• _PROBLEM TO WORK ON_: If a line in the data holds "points", copy that line out in full.

• _EXCERPTED DATA_:
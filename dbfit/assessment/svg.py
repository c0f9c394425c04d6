"""A minimal inline-SVG chart kit: a plot frame with linear or log axes, ticks, lines, points and bars.

Everything is returned as SVG text; numbers are written with a fixed precision and text is escaped.
"""

from __future__ import annotations

import math
from dataclasses import dataclass, field
from html import escape

from dbfit.assessment.report_format import power_of_ten

WIDTH, HEIGHT = 460, 300
MARGIN_LEFT, MARGIN_RIGHT, MARGIN_TOP, MARGIN_BOTTOM = 58, 18, 16, 46


def num(value: float) -> str:
    """A coordinate as short SVG text."""
    return f"{value:.2f}".rstrip("0").rstrip(".")


@dataclass
class Axis:
    """Maps data values in [low, high] to pixels in [start, end]; ``log`` maps on the log10 scale."""

    low: float
    high: float
    start: float
    end: float
    log: bool = False

    def __post_init__(self) -> None:
        if self.log:
            self._lo, self._hi = math.log10(self.low), math.log10(self.high)
        else:
            self._lo, self._hi = self.low, self.high
        if self._hi <= self._lo:
            self._hi = self._lo + 1.0

    def clamp(self, value: float) -> float:
        return min(max(value, self.low), self.high)

    def __call__(self, value: float) -> float:
        value = self.clamp(value)
        position = math.log10(value) if self.log else value
        return self.start + (position - self._lo) / (self._hi - self._lo) * (self.end - self.start)

    def ticks(self) -> list[float]:
        """Round tick values inside the range: powers and halves of ten (log) or steps of 1, 2 or 5 (linear)."""
        if self.log:
            values = []
            for power in range(math.floor(self._lo), math.ceil(self._hi) + 1):
                for factor in (1, 2, 5):
                    values.append(factor * 10.0**power)
            inside = [v for v in values if self.low <= v <= self.high]
            if len(inside) > 9:
                inside = [
                    v
                    for v in inside
                    if math.isclose(math.log10(v) % 1, 0, abs_tol=1e-9)
                    or math.isclose(math.log10(v) % 1, 1, abs_tol=1e-9)
                ]
            return inside
        span = self.high - self.low
        raw = span / 5
        magnitude = 10.0 ** math.floor(math.log10(raw))
        step = next(s * magnitude for s in (1, 2, 5, 10) if s * magnitude >= raw)
        first = math.ceil(self.low / step - 1e-9) * step
        count = int(math.floor((self.high - first) / step + 1e-9)) + 1
        return [round(first + i * step, 12) for i in range(count)]


def tick_label(value: float) -> str:
    if value == 0:
        return "0"
    if abs(value) >= 1e4 or abs(value) < 1e-3:
        return power_of_ten(value, 1)
    return f"{value:g}"


@dataclass
class Chart:
    """One chart: a frame of ``WIDTH`` x ``HEIGHT`` pixels with an x and a y axis and drawn parts."""

    x: Axis
    y: Axis
    title: str
    x_label: str
    y_label: str
    css_class: str
    height: float = HEIGHT
    width: float = WIDTH
    parts: list[str] = field(default_factory=list)

    @classmethod
    def make(
        cls,
        x_range: tuple[float, float],
        y_range: tuple[float, float],
        title: str,
        x_label: str,
        y_label: str,
        css_class: str,
        x_log: bool = False,
        height: float = HEIGHT,
        left: float = MARGIN_LEFT,
        width: float = WIDTH,
    ) -> Chart:
        x = Axis(x_range[0], x_range[1], left, width - MARGIN_RIGHT, log=x_log)
        y = Axis(y_range[0], y_range[1], height - MARGIN_BOTTOM, MARGIN_TOP)
        return cls(x, y, title, x_label, y_label, css_class, height, width)

    def polyline(self, points: list[tuple[float, float]], css_class: str) -> None:
        text = " ".join(f"{num(self.x(a))},{num(self.y(b))}" for a, b in points)
        self.parts.append(f'<polyline class="{css_class}" points="{text}"/>')

    def segment(self, a: tuple[float, float], b: tuple[float, float], css_class: str) -> None:
        self.parts.append(
            f'<line class="{css_class}" x1="{num(self.x(a[0]))}" y1="{num(self.y(a[1]))}" '
            f'x2="{num(self.x(b[0]))}" y2="{num(self.y(b[1]))}"/>'
        )

    def point(self, a: float, b: float, css_class: str, tip: str, radius: float = 4.0) -> None:
        self.parts.append(
            f'<circle class="{css_class}" cx="{num(self.x(a))}" cy="{num(self.y(b))}" r="{num(radius)}">'
            f"<title>{escape(tip)}</title></circle>"
        )

    def bar(self, left: float, right: float, top: float, css_class: str, tip: str) -> None:
        x0, x1, y0, y1 = self.x(left), self.x(right), self.y(top), self.y(self.y.low)
        self.parts.append(
            f'<rect class="{css_class}" x="{num(x0)}" y="{num(min(y0, y1))}" width="{num(abs(x1 - x0))}" '
            f'height="{num(abs(y1 - y0))}"><title>{escape(tip)}</title></rect>'
        )

    def raw(self, svg: str) -> None:
        self.parts.append(svg)

    def _axes(self, y_ticks: bool) -> list[str]:
        out = []
        bottom, top, left, right = self.y.start, self.y.end, self.x.start, self.x.end
        for value in self.x.ticks():
            px = num(self.x(value))
            out.append(f'<line class="grid" x1="{px}" y1="{num(top)}" x2="{px}" y2="{num(bottom)}"/>')
            out.append(
                f'<text class="tick" x="{px}" y="{num(bottom + 15)}" text-anchor="middle">'
                f"{escape(tick_label(value))}</text>"
            )
        if y_ticks:
            for value in self.y.ticks():
                py = num(self.y(value))
                out.append(f'<line class="grid" x1="{num(left)}" y1="{py}" x2="{num(right)}" y2="{py}"/>')
                out.append(
                    f'<text class="tick" x="{num(left - 6)}" y="{num(self.y(value) + 4)}" '
                    f'text-anchor="end">{escape(tick_label(value))}</text>'
                )
        out.append(
            f'<rect class="frame" x="{num(left)}" y="{num(top)}" width="{num(right - left)}" '
            f'height="{num(bottom - top)}"/>'
        )
        out.append(
            f'<text class="axis-label" x="{num((left + right) / 2)}" y="{num(self.height - 8)}" '
            f'text-anchor="middle">{escape(self.x_label)}</text>'
        )
        if self.y_label:
            out.append(
                f'<text class="axis-label" transform="translate(14 {num((top + bottom) / 2)}) rotate(-90)" '
                f'text-anchor="middle">{escape(self.y_label)}</text>'
            )
        return out

    def svg(self, y_ticks: bool = True) -> str:
        body = "".join(self._axes(y_ticks) + self.parts)
        return (
            f'<svg class="chart {self.css_class}" viewBox="0 0 {num(self.width)} {num(self.height)}" width="{num(self.width)}" '
            f'height="{num(self.height)}" role="img" aria-label="{escape(self.title)}" '
            f'xmlns="http://www.w3.org/2000/svg"><title>{escape(self.title)}</title>{body}</svg>'
        )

• _EXERCISE RESULT_:
"""A minimal inline-SVG chart kit: a plot frame with linear or log axes, ticks, lines, points and bars.
    def polyline(self, points: list[tuple[float, float]], css_class: str) -> None:
        text = " ".join(f"{num(self.x(a))},{num(self.y(b))}" for a, b in points)
        self.parts.append(f'<polyline class="{css_class}" points="{text}"/>')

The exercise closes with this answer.